ABOUT THIS EXERCISE: All that is needed is each line of the entries holding the word "archive", copied as it stands.

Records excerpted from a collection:
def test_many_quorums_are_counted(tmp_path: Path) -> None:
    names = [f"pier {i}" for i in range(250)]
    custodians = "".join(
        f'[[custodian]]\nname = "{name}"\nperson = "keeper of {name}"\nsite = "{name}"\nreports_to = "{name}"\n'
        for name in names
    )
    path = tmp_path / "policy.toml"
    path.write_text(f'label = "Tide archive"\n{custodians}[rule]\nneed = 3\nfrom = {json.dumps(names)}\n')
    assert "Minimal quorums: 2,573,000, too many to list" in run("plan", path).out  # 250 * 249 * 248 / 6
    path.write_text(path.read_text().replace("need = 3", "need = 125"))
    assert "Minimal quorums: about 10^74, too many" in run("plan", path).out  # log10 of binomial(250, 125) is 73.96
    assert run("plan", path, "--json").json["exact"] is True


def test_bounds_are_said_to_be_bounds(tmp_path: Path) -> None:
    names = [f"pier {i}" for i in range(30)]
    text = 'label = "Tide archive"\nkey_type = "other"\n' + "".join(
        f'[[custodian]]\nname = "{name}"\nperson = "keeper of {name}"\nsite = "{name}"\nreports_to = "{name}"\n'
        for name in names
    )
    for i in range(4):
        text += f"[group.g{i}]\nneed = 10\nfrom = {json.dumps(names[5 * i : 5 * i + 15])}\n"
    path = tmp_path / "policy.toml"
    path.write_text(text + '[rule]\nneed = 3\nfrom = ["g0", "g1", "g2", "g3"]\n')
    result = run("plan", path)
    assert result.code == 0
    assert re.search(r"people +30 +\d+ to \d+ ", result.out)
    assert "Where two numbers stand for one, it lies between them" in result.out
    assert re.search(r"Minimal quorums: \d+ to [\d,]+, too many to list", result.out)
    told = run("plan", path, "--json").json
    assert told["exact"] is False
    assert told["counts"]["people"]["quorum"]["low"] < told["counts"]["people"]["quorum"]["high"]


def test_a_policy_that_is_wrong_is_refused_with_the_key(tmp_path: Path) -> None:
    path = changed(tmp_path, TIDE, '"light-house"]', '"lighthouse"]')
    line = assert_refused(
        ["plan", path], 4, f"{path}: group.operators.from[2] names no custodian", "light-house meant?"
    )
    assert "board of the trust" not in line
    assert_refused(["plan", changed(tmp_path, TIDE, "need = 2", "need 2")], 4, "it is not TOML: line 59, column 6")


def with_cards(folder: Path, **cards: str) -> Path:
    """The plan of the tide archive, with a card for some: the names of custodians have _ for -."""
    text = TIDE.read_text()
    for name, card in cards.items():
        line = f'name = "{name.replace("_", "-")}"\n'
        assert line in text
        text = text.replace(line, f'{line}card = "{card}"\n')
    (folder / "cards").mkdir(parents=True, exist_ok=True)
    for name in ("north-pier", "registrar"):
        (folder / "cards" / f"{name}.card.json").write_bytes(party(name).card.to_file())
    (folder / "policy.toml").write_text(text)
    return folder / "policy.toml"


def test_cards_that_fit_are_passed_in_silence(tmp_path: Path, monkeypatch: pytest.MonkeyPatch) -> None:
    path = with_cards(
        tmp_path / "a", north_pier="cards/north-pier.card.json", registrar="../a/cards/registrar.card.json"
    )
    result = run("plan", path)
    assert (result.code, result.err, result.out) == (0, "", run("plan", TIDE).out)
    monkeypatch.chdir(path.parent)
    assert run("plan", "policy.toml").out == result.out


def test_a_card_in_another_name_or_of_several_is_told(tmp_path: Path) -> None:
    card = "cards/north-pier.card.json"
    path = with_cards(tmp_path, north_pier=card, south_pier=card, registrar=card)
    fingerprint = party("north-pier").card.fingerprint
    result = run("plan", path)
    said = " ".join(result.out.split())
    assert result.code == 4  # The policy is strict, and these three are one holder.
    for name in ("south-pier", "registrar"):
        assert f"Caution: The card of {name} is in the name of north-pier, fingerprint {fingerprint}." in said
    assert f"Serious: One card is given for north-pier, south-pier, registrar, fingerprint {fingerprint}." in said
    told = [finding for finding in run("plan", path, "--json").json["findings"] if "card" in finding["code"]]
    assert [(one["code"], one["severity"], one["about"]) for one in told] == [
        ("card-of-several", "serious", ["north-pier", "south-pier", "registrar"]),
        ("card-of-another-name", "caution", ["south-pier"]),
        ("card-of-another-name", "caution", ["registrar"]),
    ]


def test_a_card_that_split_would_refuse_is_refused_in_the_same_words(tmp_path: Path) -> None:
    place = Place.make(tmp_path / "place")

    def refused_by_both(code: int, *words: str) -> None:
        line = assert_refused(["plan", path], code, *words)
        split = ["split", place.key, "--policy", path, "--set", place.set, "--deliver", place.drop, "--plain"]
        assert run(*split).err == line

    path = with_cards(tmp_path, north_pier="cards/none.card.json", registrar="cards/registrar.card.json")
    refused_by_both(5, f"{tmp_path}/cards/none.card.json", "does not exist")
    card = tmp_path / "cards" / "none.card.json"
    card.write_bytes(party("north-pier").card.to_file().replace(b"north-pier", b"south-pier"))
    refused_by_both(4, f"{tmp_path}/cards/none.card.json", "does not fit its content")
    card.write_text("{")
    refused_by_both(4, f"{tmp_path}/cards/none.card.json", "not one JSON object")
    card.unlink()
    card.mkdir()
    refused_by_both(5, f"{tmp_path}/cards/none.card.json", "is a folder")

FINISHED TASK:
    path.write_text(f'label = "Tide archive"\n{custodians}[rule]\nneed = 3\nfrom = {json.dumps(names)}\n')
    text = 'label = "Tide archive"\nkey_type = "other"\n' + "".join(
    """The plan of the tide archive, with a card for some: the names of custodians have _ for -."""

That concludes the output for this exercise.